Tagging your release
To perform a release, you simply need to push a tag to the repository. To
create a tag, run the following, with the new version number of course:
git tag -s v0.1.0
Notice that the version number is always prefixed with a v
when it appears
as a tag. This allows us to easily identify version tags with a text prefix. We
also sign the tag with a PGP key. If you haven't already done so, it is
recommended to generate a PGP key for your workstation and add it to github.
When you run this command, an editor will pop up to include a release message.
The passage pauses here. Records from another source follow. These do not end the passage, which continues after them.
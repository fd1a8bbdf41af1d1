package org.nebulith.report.chart;

import java.awt.geom.Rectangle2D;
import java.util.List;

/**
 * Phase assemblage: the share of each condensed phase in the condensate against temperature
 * (decreasing to the right), on a logarithmic axis from {@link #AXIS_FLOOR} up, so that the first
 * condensates and the minor phases stay visible beside the major ones. Each phase has its colour,
 * line pattern and marker; where there is room its name is written at its peak; the legend sits
 * outside the plot.
 *
 * @param temperatureK the temperature grid [K]
 * @param phases       one curve per phase, shares &ge; 0 (NaN = absent)
 * @param axisTitle    title of the share axis with its unit, e.g. {@code Share of the condensate [wt%]}
 * @param notes        lines written in a corner, may be empty
 */
public record PhaseAssemblage(double[] temperatureK, List<Curve> phases, String axisTitle, List<String> notes) {

    /** Lowest value of the share axis (same unit as the curves). */
    public static final double AXIS_FLOOR = 0.1;

    public PhaseAssemblage {
        temperatureK = temperatureK.clone();
        phases = List.copyOf(phases);
        notes = List.copyOf(notes);
        Curve.checkGrid(temperatureK, "phase assemblage");
        for (Curve c : phases) {
            c.check(temperatureK.length, "phase assemblage", true, 0.0, Double.MAX_VALUE);
        }
    }

    /**
     * @param size figure size
     * @return the chart
     */
    public Drawing chart(final ChartSize size) {
        Drawing d = Drawing.of(size);
        Legend legend = new Legend();
        for (int i = 0; i < phases.size(); i++) {
            legend.add(Legend.Entry.of(phases.get(i).label(), ChartStyle.series(i)));
        }
        Axis x = TemperatureAxis.of(temperatureK);
        Axis y = Axis.log(AXIS_FLOOR, Math.max(100, largest() * 1.05), axisTitle);
        double left = ChartStyle.PAD + Panel.yAxisWidth(y);
        double right = size.widthPt() - ChartStyle.PAD - legend.columnWidth() - 6;
        Rectangle2D box = new Rectangle2D.Double(left, ChartStyle.PAD + 2, right - left,
                size.heightPt() - 2 * ChartStyle.PAD - 2 - Panel.xAxisHeight());
        Panel p = new Panel(d, box, x, y).frame(true, true);
        Placement free = new Placement(box);
        double[][][] device = new double[phases.size()][][];
        for (int i = 0; i < phases.size(); i++) {
            ChartStyle.Series s = ChartStyle.series(i);
            double[] v = phases.get(i).values();
            for (int k = 0; k < v.length; k++) {
                v[k] = v[k] >= AXIS_FLOOR * 0.5 ? v[k] : Double.NaN;
            }
            device[i] = p.line(temperatureK, v, s.line());
            free.line(device[i]);
            p.markersAlong(device[i], s.marker(), s.colour(), 34, 5 + 3.7 * i);
        }
        for (int i = 0; i < phases.size(); i++) {
            labelAtPeak(d, free, device[i], i);
        }
        if (!notes.isEmpty()) {
            p.cornerNote(notes, free);
        }
        legend.draw(d, right + 6, box.getMinY() + 2, 1, 0);
        return d;
    }

    private void labelAtPeak(final Drawing d, final Placement free, final double[][] dev, final int i) {
        int peak = -1;
        for (int k = 0; k < dev[1].length; k++) {
            if (Double.isFinite(dev[1][k]) && (peak < 0 || dev[1][k] < dev[1][peak])) {
                peak = k;
            }
        }
        if (peak < 0) {
            return;
        }
        String text = phases.get(i).label();
        double w = Fonts.width(text, ChartStyle.NOTE_PT) + 1;
        double h = Fonts.capHeight(ChartStyle.NOTE_PT) + 1;
        for (double dy : new double[] {-3 - h, 3}) {
            Rectangle2D box = new Rectangle2D.Double(dev[0][peak] - w / 2, dev[1][peak] + dy, w, h);
            if (free.free(box, -1)) {
                free.take(box);
                d.text(text, dev[0][peak], box.getMaxY() - 0.5, ChartStyle.NOTE_PT, Drawing.Align.CENTRE,
                        ChartStyle.series(i).colour().darker());
                return;
            }
        }
    }

    private double largest() {
        double max = 0;
        for (Curve c : phases) {
            for (double v : c.values()) {
                if (v > max) {
                    max = v;
                }
            }
        }
        return max;
    }
}
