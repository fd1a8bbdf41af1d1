package org.nebulith.report.chart;

/**
 * Figure sizes for journals, in points (1/72 in): the chart is laid out at this size, vector
 * files keep it, and PNG files are rendered at {@link ChartStyle#PNG_DPI}.
 */
public enum ChartSize {
    /** One journal column: 3.5 in x 2.6 in (1050 x 780 px at 300 dpi). */
    COLUMN(252, 187),
    /** One column, taller, for charts with a long legend: 3.5 in x 3.2 in. */
    COLUMN_TALL(252, 230),
    /** Full page width: 7.1 in x 3.6 in. */
    PAGE(511, 259);

    private final int widthPt;
    private final int heightPt;

    ChartSize(final int widthPt, final int heightPt) {
        this.widthPt = widthPt;
        this.heightPt = heightPt;
    }

    /** @return width [pt] */
    public int widthPt() {
        return widthPt;
    }

    /** @return height [pt] */
    public int heightPt() {
        return heightPt;
    }
}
The following format is usually sufficient:
rbacsync 0.1.0
With this release, we introduce support for Google Groups API with
GSuite Directory SDK. This allows one to configure groups without
declared memberships that are queryed to the GSuite upstream resource.
There may be releases with complex information for upgrades and caveats, so
feel free to be verbose. Once you are ready, save in the editor and the tag
will be created. To push it to github, run the following command:
Pushing your release tag
git push --tags origin v0.1.0
This will push the tag remotely, and start the build and push for rbacsync.
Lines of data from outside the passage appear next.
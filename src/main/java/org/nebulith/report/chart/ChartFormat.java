package org.nebulith.report.chart;

/** Output formats of a chart. */
public enum ChartFormat {
    /** Raster, {@value ChartStyle#PNG_DPI} dpi, for screens and the HTML report. */
    PNG("png"),
    /** Vector, text as outlines (VectorGraphics2D). */
    SVG("svg"),
    /** Vector (pdfbox-graphics2d), for papers. */
    PDF("pdf");

    private final String extension;

    ChartFormat(final String extension) {
        this.extension = extension;
    }

    /** @return the file-name extension without dot */
    public String extension() {
        return extension;
    }
}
Make sure to check in CircleCI to ensure it was triggered.
Create your release in Github
In addition to pushing this tag, it is also recommended to create a release in
the releases page. Make
sure to name it consistently with other releases. It should be sufficient to
use the exact same text from the tag, but you may have to tweak the formatting
to be compatible with markdown.
While this is an extra step when releasing the software, it is very helpful
when looking at a project to see its releases properly documented in github.
Falso ollow this practice to have a healthy project!
License
Copyright 2018 GM Cruise LLC
Licensed under the Apache License Version 2.0 (the "License");
you may not use this project except in compliance with the License.
Unless required by applicable law or agreed to in writing, software
distributed under the License is distributed on an "AS IS" BASIS,
WITHOUT WARRANTIES OR CONDITIONS OF ANY KIND, either express or implied.
See the License for the specific language governing permissions and
limitations under the License.
Contributions
Contributions are welcome! Please see the agreement for contributions in
CONTRIBUTING.md.
Commits must be made with a Sign-off (git commit -s
) certifying that you
agree to the provisions in CONTRIBUTING.md.